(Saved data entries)
== == ==

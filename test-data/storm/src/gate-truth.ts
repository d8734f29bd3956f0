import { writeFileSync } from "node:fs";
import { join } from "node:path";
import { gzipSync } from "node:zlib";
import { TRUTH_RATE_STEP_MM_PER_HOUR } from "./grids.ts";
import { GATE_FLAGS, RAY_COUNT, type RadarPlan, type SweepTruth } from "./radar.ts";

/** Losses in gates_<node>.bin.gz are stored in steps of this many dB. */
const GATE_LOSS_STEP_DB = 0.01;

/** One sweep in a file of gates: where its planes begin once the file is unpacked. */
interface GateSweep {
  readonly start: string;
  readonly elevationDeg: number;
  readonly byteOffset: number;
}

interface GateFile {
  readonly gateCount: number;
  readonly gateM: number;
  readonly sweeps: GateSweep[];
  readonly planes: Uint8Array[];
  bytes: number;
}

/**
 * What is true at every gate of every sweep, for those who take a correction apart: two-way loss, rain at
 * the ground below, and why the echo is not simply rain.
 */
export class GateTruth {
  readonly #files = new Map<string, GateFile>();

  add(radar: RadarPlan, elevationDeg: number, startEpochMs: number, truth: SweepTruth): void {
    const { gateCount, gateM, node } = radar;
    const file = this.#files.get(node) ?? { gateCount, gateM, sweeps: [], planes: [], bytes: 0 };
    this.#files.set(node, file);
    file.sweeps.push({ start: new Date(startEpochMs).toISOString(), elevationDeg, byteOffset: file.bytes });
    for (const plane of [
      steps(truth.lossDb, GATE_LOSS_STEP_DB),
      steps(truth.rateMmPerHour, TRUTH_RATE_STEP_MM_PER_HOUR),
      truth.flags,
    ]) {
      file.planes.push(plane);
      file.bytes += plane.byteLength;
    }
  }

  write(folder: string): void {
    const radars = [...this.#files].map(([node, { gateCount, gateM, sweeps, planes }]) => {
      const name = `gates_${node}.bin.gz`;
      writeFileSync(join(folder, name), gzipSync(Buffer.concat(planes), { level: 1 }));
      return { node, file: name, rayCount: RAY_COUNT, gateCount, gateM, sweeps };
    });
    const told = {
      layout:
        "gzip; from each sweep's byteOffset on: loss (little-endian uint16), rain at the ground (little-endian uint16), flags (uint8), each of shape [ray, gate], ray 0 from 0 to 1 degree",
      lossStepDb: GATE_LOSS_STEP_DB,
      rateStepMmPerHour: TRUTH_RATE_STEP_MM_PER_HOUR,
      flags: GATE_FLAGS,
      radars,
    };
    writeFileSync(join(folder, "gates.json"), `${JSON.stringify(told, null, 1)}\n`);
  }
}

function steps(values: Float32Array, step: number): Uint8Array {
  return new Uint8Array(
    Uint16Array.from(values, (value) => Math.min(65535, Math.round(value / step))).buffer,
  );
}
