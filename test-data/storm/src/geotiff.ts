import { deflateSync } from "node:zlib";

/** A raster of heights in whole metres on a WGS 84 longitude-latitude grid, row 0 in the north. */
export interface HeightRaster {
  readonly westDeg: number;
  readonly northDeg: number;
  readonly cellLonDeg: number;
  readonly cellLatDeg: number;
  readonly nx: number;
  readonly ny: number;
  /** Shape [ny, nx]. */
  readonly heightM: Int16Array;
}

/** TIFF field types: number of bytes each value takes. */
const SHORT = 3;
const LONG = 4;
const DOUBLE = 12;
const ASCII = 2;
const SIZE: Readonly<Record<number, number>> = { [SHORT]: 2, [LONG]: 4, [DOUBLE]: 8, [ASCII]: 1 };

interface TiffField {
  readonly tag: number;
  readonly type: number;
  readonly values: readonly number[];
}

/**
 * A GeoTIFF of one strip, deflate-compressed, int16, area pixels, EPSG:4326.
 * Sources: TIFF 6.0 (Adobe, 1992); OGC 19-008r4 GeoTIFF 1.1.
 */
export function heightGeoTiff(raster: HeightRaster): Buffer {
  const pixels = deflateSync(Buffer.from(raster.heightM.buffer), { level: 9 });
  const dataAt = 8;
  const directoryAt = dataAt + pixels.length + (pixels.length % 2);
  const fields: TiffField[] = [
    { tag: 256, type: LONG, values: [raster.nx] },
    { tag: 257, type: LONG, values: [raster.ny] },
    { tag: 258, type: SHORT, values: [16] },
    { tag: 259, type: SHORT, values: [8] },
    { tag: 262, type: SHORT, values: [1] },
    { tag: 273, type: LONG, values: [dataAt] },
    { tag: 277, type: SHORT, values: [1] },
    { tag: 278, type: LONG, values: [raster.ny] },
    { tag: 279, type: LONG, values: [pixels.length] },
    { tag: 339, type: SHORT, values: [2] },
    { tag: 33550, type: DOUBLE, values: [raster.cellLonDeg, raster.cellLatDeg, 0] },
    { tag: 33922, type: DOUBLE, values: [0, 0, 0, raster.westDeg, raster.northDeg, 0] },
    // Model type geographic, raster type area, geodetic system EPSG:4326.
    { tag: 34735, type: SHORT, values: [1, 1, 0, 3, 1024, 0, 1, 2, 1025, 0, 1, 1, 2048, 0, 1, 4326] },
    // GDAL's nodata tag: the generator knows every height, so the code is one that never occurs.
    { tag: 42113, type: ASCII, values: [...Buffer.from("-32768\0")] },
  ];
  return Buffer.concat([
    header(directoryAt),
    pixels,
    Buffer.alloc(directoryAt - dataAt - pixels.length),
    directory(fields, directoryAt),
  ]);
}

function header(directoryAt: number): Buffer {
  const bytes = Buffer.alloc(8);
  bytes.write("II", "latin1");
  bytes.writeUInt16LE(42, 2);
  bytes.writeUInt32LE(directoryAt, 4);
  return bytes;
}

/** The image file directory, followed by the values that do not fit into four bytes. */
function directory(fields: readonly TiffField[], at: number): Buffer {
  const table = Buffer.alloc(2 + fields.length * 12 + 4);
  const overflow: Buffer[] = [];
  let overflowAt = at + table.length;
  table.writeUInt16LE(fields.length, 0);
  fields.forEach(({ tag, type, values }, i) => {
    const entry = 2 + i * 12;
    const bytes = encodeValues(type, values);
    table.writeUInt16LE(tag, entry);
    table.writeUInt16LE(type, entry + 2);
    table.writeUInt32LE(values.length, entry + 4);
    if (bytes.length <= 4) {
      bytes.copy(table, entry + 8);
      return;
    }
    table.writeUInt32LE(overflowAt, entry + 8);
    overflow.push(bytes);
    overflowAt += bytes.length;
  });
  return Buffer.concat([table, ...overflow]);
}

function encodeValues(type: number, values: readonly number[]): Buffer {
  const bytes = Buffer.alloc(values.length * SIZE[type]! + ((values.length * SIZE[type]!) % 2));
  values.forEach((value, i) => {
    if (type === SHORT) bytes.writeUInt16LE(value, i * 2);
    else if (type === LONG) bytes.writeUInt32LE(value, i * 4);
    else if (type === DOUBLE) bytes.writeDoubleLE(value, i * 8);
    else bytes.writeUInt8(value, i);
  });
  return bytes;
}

== == ==

§ **TASK INSTRUCTIONS**: The answer must be a single number: how many lines in the records above contain the word "join".

§ **EXERCISE ANSWER**: 3